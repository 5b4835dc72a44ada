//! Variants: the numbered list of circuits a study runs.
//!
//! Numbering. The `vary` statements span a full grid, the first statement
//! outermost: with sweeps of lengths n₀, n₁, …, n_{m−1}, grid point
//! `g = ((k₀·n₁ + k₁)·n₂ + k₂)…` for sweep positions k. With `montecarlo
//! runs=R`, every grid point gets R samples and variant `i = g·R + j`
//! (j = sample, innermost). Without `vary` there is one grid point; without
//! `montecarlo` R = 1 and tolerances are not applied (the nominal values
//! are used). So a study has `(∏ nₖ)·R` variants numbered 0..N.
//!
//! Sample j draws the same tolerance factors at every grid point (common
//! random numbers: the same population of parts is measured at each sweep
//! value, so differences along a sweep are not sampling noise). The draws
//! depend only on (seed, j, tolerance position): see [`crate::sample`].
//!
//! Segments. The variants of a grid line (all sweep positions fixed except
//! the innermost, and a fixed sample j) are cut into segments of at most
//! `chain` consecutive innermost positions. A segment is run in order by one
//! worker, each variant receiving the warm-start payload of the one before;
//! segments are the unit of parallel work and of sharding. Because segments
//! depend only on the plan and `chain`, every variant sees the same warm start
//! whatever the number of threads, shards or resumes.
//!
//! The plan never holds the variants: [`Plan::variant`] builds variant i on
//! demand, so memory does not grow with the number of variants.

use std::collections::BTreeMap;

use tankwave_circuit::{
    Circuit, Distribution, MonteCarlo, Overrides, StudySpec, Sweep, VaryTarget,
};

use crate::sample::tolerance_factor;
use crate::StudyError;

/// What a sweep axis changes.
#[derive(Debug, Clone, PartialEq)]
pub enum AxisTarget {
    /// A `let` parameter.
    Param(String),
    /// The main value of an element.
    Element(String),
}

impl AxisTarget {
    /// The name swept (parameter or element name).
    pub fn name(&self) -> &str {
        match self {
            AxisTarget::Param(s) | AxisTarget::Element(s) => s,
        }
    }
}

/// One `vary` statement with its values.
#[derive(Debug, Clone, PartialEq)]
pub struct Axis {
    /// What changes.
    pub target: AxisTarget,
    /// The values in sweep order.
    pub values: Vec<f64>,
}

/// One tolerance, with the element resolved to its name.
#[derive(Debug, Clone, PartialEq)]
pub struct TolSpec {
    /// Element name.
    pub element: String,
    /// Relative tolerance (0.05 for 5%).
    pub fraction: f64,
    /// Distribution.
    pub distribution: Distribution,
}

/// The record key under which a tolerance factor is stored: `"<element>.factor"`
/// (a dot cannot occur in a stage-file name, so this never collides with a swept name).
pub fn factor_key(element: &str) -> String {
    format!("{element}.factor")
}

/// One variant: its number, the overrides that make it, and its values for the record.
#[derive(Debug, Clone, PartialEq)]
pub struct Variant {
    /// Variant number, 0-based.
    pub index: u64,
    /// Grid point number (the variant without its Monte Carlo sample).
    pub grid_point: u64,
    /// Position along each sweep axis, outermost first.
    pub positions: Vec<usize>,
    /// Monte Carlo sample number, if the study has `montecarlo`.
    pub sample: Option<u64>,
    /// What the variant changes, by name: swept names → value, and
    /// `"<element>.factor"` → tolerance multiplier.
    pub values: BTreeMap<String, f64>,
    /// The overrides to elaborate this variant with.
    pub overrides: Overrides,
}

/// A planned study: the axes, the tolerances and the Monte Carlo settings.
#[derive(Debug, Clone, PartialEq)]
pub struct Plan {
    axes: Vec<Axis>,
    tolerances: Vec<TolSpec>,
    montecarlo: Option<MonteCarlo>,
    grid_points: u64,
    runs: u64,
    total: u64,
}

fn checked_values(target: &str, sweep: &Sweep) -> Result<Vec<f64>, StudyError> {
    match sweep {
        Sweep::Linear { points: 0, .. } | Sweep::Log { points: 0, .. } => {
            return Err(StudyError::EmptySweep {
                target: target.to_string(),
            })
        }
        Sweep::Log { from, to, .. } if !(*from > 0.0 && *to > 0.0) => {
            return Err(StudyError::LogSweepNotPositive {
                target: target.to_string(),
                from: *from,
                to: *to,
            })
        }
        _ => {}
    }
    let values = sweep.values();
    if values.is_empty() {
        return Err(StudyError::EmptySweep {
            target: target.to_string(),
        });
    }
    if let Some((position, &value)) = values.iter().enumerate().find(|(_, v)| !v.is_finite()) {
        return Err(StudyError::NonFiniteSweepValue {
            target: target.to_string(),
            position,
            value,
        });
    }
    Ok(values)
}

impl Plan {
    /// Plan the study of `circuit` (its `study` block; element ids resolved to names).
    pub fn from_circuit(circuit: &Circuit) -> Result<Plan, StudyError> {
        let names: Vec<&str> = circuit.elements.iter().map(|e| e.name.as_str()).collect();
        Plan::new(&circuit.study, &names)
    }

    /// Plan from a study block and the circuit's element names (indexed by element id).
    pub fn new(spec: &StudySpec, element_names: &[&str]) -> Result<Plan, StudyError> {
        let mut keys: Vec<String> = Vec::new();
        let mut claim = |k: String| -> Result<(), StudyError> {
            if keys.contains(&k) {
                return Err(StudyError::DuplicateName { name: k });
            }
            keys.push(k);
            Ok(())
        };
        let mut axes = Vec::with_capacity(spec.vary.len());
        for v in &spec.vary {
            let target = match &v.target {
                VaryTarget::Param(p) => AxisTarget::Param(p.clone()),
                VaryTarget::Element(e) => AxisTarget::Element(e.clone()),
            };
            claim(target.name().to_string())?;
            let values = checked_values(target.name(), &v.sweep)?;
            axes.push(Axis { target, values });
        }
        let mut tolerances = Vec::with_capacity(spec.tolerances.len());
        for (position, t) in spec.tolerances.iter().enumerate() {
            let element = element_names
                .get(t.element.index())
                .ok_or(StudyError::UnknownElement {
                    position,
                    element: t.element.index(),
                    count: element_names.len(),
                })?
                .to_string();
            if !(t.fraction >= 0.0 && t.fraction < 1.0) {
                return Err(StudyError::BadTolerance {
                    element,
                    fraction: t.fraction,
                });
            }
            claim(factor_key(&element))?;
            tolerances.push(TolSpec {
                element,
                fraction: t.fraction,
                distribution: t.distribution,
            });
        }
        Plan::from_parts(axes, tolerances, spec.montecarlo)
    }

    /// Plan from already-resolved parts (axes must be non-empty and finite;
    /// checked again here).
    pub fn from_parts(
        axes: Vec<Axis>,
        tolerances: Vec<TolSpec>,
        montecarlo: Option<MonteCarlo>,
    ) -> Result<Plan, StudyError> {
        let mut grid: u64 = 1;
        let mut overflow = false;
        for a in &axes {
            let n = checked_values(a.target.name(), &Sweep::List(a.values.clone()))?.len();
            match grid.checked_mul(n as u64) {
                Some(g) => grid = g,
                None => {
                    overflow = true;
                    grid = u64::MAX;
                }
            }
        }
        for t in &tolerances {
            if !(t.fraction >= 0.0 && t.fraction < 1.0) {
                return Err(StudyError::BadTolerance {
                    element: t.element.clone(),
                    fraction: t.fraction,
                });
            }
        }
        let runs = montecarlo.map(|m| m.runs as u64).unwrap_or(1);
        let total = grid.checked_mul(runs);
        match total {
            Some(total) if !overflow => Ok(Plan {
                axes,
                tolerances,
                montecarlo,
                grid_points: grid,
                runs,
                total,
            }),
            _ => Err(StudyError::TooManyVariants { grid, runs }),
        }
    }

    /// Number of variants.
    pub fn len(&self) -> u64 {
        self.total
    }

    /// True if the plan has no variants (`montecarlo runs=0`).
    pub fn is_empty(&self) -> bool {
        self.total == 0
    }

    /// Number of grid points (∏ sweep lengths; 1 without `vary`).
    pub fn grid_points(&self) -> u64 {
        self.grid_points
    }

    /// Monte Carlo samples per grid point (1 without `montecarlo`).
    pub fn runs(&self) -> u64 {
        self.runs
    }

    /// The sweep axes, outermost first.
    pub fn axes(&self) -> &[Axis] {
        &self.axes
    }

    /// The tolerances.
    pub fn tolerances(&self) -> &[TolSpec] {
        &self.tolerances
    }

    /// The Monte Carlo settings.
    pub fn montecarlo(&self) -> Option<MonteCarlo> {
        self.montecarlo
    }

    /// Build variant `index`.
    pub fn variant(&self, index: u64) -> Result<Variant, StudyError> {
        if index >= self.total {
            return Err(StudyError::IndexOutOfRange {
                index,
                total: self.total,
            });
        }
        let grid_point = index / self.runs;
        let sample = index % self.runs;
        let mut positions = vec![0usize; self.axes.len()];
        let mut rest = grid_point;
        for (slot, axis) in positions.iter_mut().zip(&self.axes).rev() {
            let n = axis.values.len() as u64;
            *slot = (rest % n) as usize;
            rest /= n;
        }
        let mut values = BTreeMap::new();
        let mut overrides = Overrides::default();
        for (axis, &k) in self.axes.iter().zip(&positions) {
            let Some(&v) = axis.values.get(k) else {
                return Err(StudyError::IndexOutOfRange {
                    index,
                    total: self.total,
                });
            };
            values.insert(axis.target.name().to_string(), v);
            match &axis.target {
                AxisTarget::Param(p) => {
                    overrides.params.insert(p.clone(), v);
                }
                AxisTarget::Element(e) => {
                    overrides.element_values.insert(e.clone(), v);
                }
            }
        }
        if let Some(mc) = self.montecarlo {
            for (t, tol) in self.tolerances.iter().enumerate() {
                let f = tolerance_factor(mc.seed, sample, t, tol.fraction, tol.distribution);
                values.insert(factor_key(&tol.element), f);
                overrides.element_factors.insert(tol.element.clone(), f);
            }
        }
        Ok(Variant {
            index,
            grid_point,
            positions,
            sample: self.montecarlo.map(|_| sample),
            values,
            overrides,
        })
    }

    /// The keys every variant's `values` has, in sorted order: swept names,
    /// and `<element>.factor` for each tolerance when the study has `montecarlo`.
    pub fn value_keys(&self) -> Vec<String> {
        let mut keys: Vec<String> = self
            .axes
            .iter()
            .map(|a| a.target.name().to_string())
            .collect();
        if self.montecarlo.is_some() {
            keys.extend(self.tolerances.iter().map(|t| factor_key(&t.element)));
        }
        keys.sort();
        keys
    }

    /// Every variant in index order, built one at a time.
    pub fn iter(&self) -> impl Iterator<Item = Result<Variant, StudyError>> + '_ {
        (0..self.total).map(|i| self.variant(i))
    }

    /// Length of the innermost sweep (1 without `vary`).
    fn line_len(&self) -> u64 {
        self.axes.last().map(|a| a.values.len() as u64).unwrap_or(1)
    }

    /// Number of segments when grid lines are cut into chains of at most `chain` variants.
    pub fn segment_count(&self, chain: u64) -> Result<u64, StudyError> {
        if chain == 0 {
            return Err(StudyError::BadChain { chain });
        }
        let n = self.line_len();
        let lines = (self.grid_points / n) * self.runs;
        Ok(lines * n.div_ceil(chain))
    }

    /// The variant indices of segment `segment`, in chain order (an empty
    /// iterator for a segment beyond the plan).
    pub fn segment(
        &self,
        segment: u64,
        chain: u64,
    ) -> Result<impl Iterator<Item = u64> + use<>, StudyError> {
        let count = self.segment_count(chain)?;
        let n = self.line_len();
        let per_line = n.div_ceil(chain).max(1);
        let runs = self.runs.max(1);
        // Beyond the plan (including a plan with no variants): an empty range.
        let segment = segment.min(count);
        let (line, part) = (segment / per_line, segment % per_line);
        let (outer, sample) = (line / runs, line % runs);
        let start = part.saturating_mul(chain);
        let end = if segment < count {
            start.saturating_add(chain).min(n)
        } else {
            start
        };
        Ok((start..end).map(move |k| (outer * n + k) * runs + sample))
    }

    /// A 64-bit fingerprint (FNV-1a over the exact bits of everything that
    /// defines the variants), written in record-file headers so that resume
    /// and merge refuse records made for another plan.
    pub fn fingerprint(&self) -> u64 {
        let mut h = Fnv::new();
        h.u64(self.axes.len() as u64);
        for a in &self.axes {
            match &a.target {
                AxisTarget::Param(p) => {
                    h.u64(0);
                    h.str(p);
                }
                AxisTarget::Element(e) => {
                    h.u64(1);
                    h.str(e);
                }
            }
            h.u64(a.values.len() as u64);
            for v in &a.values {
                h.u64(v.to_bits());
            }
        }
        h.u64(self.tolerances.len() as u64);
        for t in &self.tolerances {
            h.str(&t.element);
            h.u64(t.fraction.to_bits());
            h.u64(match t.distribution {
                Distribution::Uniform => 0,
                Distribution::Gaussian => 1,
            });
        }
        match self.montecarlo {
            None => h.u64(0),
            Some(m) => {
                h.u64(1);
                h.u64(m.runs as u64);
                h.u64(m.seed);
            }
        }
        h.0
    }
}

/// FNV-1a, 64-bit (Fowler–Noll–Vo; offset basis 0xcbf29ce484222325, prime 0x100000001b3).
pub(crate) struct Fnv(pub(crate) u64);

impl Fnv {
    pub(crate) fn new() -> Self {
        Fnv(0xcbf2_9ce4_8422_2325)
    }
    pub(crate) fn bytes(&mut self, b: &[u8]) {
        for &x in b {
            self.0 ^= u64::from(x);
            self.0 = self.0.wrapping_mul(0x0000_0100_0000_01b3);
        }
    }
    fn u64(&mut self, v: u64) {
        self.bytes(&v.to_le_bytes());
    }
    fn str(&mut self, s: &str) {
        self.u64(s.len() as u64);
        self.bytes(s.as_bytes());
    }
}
----
Instructions to follow
Beginning with the first line above, could you copy every line exactly, up to and including the one with "((k₀·n₁ + k₁)·n₂"?

Written answer
repository 5b4835dc72a44ada
//! Variants: the numbered list of circuits a study runs.
//!
//! Numbering. The `vary` statements span a full grid, the first statement
//! outermost: with sweeps of lengths n₀, n₁, …, n_{m−1}, grid point
//! `g = ((k₀·n₁ + k₁)·n₂ + k₂)…` for sweep positions k. With `montecarlo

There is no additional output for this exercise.